Now, that’s more like it. You’ve got to admit, that’s sexier.
We both know you don’t care about your reputation, about the press slandering you. We both know that’s not your pressure point. But look how you care about John Watson. Well, your little pet, I’m going to take it from you. Let’s see how far you’re willing to go for him. That wife. Such a poor soul, so tragic. I’m sure she didn’t actually want to kill you, you were clearly a threat to her, if only you’ve told her you wanted to help her. Oh you did? Oopsie.
Well, the woman you call Mary? She’s going to take you everything, she will even break your little toy and there is nothing you can do about it. Enjoy the show.
Because John has always been and will always be his heart. He is the reason he decides to restart his, he is the reason he hasn’t killed himself like Jim. Separate them and death will be a kinder fate.
Somewhere, John or Sherlock is in terrible danger, dying and unable to escape his end. The electrocardiogram is still beating in TAB, like a phantom pain the wound still hurts Sherlock, John may or may have not escaped the bullet (no, a fuming gun don’t throw sleeping darts, it just can’t) “Eurus” shot.
Who cares how Sherlock survive the Reichenbah Falls? This wasn’t the point, this never was the Final Problem. Season 3 and Season 4 are the real thing.
Like a throwback to Jim in TRF, ‘Mary’ has become the author, the one calling the shots and stripped John of any narrative power. That is absolutely devastating, how can they survive if the two vilains have taken over the story so completely?
“Sherlock Holmes will now wear the silly hat because Mary liked it. It just felt right.She changed and illuminated the path of the show.”
Now that she is the one calling the shots, both men’s hearts are effectively reduced to ashes. Their identities have been stripped and they have become actors in their own lives.
Who you really are, it doesn’t matter. It’s all about the legend, the stories, the adventures.
This is Appointment in Samarra, you can’t avoid Death, not when the vilains are the one reading the story since TRF. This is predeterminism, all roads were leading to this ending. No matter how much Sherlock’s struggled, the author aka Jim/Mary has always planned this ending. Resistance has always been futile.

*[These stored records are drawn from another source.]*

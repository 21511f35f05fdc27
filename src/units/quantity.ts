/**
 * Quantities with units at the edges of loopclose: "30 barg", "12.6 m3/h", "35 degC" -> SI numbers.
 *
 * SI inside: Pa, K, mol/s, kg/s, m3/s, kg/mol, kg/m3, s, m3/mol; standard volume flows in m3/s at
 * their stated reference (see standard.ts).
 *
 * Method. The text is split into a number and a unit. The unit string is classified once and the
 * result ({dimension, factor, offset, gauge}) kept in a memo map, so SI = value * factor + offset
 * (+ the atmosphere for a gauge reading) costs a Map lookup on repeated parses. Classification
 * order: fixed standard-flow spellings and "@reference" forms (standard.ts), then the built-in
 * table of documented units (table.ts, exact definitions) with the gauge/absolute suffix rule
 * ("barg" = bar + atmosphere), then mathjs for every other spelling (with the same suffix rule).
 *
 * mathjs is loaded with only its unit machinery (create({ unitDependencies })), read from disk and
 * created on first use (mathjs-load.ts), which the table avoids for the documented units (a short
 * cold start). Units mathjs lacks or
 * defines loosely are added or replaced on that private instance.
 */
import type { MathJsInstance, Unit } from 'mathjs';
import { loadMathjs } from './mathjs-load.js';
import { PSI, R_GAS, STANDARD_SPELLINGS, findStandard, matchStandardSpelling } from './standard.js';
import type { StandardRef } from './standard.js';
import { lookupUnit } from './table.js';

export type { StandardRef } from './standard.js';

And yet… there is one fic that managed to save the merchant. Appointment in Sumatra may be a mere fanfic, Sherlock has succeeded in changing the ending. Mary, the new author, may have stripped John of everything that was him, he remains the first narrator.
The game isn’t over. This is a struggle between the two authors that have decided to destroy the story and the fans who need to find the one path that will save the merchant. Jim/Mary vs Sherlock and John, or if we are very daring between Mofftiss and the fans.
Samarra can be avoided but dear God, that’s going to a hell of a ride to save Sherlock Holmes. We just need to completely rewrite the ending, to let John take back his narrative power and let him lead Sherlock to Sumatra and avoid Samarra.